Prior to the vote of liquidation the plaintiff bank acquired ten shares in defendant bank, recorded in the name of one Weeks, as collateral security for a loan, and still holds the same, the loan being unpaid and amounting to more than the liquidation dividends on the shares. The certificate contained the usual stipulation, “Transferable only on the books of said bank in person or by attorney on the surrender of this certificate.” Weeks signed in blank the usual transfer and power of attorney printed on the certificate. The plaintiff did not present its certificate for transfer at the defendant bank, nor did the bank, or its committee, know of the transfer until seventy per cent of the dividends had been paid to Weeks in the following manner. The first dividend in cash, and the others by indorsement by his consent upon his paper held by the bank. The bank confesses its liability for the thirty-
*504 three per cent unpaid, but denies its liability for seventy per cent paid to Weeks.“The negotiability or transferable quality of the stock of a national bank depends upon the laws of the United States,” and is not governed by state laws. Continental Nat. Bank v. Eliot, 7 Fed. Rep. 370; Dickinson v. Central National Bank, 129 Mass. 279; Merchants Bank v. State Bank, 10 Wall. 604; Central Nat. Bank v. Williston, 138 Mass. 248.

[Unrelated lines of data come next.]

function newtonResistive(n: BiasNetwork, out: NetworkSolution, origin: string): void {
  const rt = n.rd + n.rs;
  const span = n.vdr - n.vsr;
  if (rt === 0) {
    // No resistance: terminal voltages are fixed by the rails.
    const vg = n.gateToDrain ? n.vdr : n.vg;
    const vt = vtAt(n, 0);
    fill(out, channel(n, vg - n.vsr - vt, span), vg, n.vsr, n.vdr, vt, "direct", 0, 0);
    return;
  }
  let lo = 0;
  let hi = span / rt;
  // f(0) = −Ich(0): if nothing flows at ID = 0 the device is off.
  const i0 = residualResistive(n, 0);
  if (i0 >= 0) {
    fill(out, 0, n.gateToDrain ? n.vdr : n.vg, n.vsr, n.vdr, vtAt(n, 0), "bracketed-newton", 1, 0);
    return;
  }
  let x = startResistive(n, hi);
  const fb = n.gateToDrain;
  const rail = n.bodyToRail && n.gamma !== 0;
  const sqPhi = Math.sqrt(n.phi);
  for (let it = 1; it <= maxIterations; it++) {
    // Residual f(ID) = ID − Ich(ID) and its slope, inline (the hot loop).
    const vs = n.vsr + x * n.rs;
    const vd = n.vdr - x * n.rd;
    const vg = fb ? vd : n.vg;
    let vt = n.vt0;
    let dvt = 0; // dVt/dID
    if (rail && x > 0) {
      const vsb = x * n.rs;
      const sq = Math.sqrt(n.phi + vsb);
      vt = n.vt0 + n.gamma * (sq - sqPhi);
      dvt = (n.gamma / (2 * sq)) * n.rs;
    }
    const f = x - channel(n, vg - vs - vt, vd - vs);
    if (f !== f) throw new ConvergenceError(`the residual is not a number at ID = ${x} A (check the network values)`, origin);
    if (f === 0) {
      finishResistive(n, out, x, it, 0);
      return;
    }
    if (f > 0) hi = x;
    else lo = x;
    const dvgs = fb ? -rt : -n.rs;
    const df = 1 - (dGm * (dvgs - dvt) - dGds * rt);
    let next = x - f / df;
    const tol = relTol * x + absTolCurrent;
    // A Newton step this small has converged (it may land on the bracket end it came from).
    if (Math.abs(next - x) <= tol && next >= lo && next <= hi) {
      finishResistive(n, out, next, it, Math.abs(next - x));
      return;
    }
    if (!(next > lo && next < hi)) next = 0.5 * (lo + hi);
    x = next;
    if (hi - lo <= tol) {
      finishResistive(n, out, x, it, hi - lo);
      return;
    }
  }
  throw new ConvergenceError(`operating point did not converge in ${maxIterations} iterations (bracket ${lo}…${hi} A)`, origin);
}

/** f(ID) = ID − Ich(ID); leaves dGm/dGds at ID. */
function residualResistive(n: BiasNetwork, x: number): number {
  const vs = n.vsr + x * n.rs;
  const vd = n.vdr - x * n.rd;
  const vg = n.gateToDrain ? vd : n.vg;
  const vt = vtAt(n, vs - n.vsr);
  return x - channel(n, vg - vs - vt, vd - vs);
}

/** Start from the λ = 0, Vt = Vt0 saturation estimate, kept inside the bracket. */
function startResistive(n: BiasNetwork, hi: number): number {
  const r = n.gateToDrain ? n.rd + n.rs : n.rs;
  const vgr = (n.gateToDrain ? n.vdr : n.vg) - n.vsr;
  let vov0 = vgr - n.vt0;
  let x = vov0 > 0 ? (n.k / 2) * ((2 * vov0) / (1 + Math.sqrt(1 + 2 * n.k * r * vov0))) ** 2 : 0;
  if (n.bodyToRail && n.gamma !== 0 && x > 0) {
    // One pass with the threshold at the estimated VSB brings the start closer.
    vov0 = vgr - (n.vt0 + n.gamma * (Math.sqrt(n.phi + x * n.rs) - Math.sqrt(n.phi)));
    x = vov0 > 0 ? (n.k / 2) * ((2 * vov0) / (1 + Math.sqrt(1 + 2 * n.k * r * vov0))) ** 2 : 0;
  }
  const rt = n.rd + n.rs;
  const span = n.vdr - n.vsr;
  const vov = vov0 - (n.gateToDrain ? rt : n.rs) * x;
  if (!n.gateToDrain && x > 0 && span - x * rt < vov) {
    // The saturation estimate lands in triode: start from the λ = 0 triode root instead.
    const a = (n.k * (n.rs - n.rd)) / 2;
    const b = 1 + n.k * (rt * vov0 - n.rs * span);
    const disc = b * b + 4 * a * span;
    if (disc >= 0) {
      const d = (2 * span) / (b + Math.sqrt(disc));
      if (d > 0 && d < span) x = (span - d) / rt;
    }
  }
  return x > 0 && x < hi ? x : 0.5 * hi;
}

function finishResistive(n: BiasNetwork, out: NetworkSolution, x: number, it: number, step: number): void {
  const vs = n.vsr + x * n.rs;
  const vd = n.vdr - x * n.rd;
  const vg = n.gateToDrain ? vd : n.vg;
  const vt = vtAt(n, vs - n.vsr);
  fill(out, x, vg, vs, vd, vt, "bracketed-newton", it, step);
}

A national bank may, by law, subject the shares of a stockholder to a lien for his indebtedness to the bank, and the assignee of such shares cannot procure a transfer of the same upon the books of the bank until such indebtedness shall have been paid. Knight v. The Old National Bank, 3 Cliff. 429; Union Bank, v. Laird, 2 Wheaton, 390.
The assignee of shares with power to transfer the same takes an absolute title to the shares subject to any lien created by the articles of association, or by-laws thereunder, and on presentment of his certificates may require new ones to be issued to him as against subsequent assignees or attaching creditors. Bank v. Lanier, 11 Wall. 369; Moores v. Bank, 111 U. S. 163-166; Dickinson v. Bank, supra; Sibley v. Quinsigamond Nat. Bank, 133 Mass. 515. Upon this subject, Bank v. Eliot, supra, is very instructive and collates and compares many authorities upon the subject. See also Johnston v. Laflin, 103 U. S. 800.
The doctrine of the cases is, where there is no provision in the law of the bank, as in this • case, to subject shares to the payment of any debt of the shareholder to the bank, that the transferee of shares that are made transferable only on the books of the bank by the shareholder or his attorney, and a surrender of the certificate, as here, takes a perfect title to the shares and may assert the same by transferring the shares under a power for the purpose to himself and require the bank, upon surrender of the certificate, to give a new one therefor, certifying the shares to stand recorded in his own name; and this he may do against subsequent purchasers from, or attaching creditors of, the assignor, or his assignees in insolvency or bankruptcy.
*505 If the assignee may hold the shares against subsequent transfers by the assignor, against his attaching creditors, against his assignee in insolvency or bankruptcy, shall he not hold them against the assignor himself ? By the terms of the certificate the shares are transferable only upon the books of the bank and the surrender of the certificate. Without the surrender of the certificate the bank cannot issue another upon a transfer made by the apparent owner, either in person or by attorney, that shall deprive the real owner of his shares; and if the apparent holder cannot transfer shares, that he has already conveyed away, a fortiori, he cannot pro tanto transfer them to the bank by receiving liquidation dividends. He should not hold and enjoy the corpus of the shares in that way, as against the real owner, any more than the shares themselves. These he cannot sell to a stranger; why should he sell them to the bank?It is said the bank has no notice and pays innocently, while the holder is guilty of negligence in not giving notice of his title to the shares. Not so. The holder is not required to give notice, for his certificate informs him that so long as he retains that, the shares cannot be transferred to another; and the bank has given him this assurance by its own certificate, and he may safely rely upon it. Let the bank follow its own stipulations. Let it not countenance the transfer of shares, in violation of its own rules, or_ pay their corpus in liquidation, which is an equivalent, without requiring the production of the certificate of shares, and then bank shares will hold that confidence among merchants and bankers and persons who deal in stocks that congress intended they should hold, thereby giving them value and making them desirable property for those who may be borrowers of money in the market.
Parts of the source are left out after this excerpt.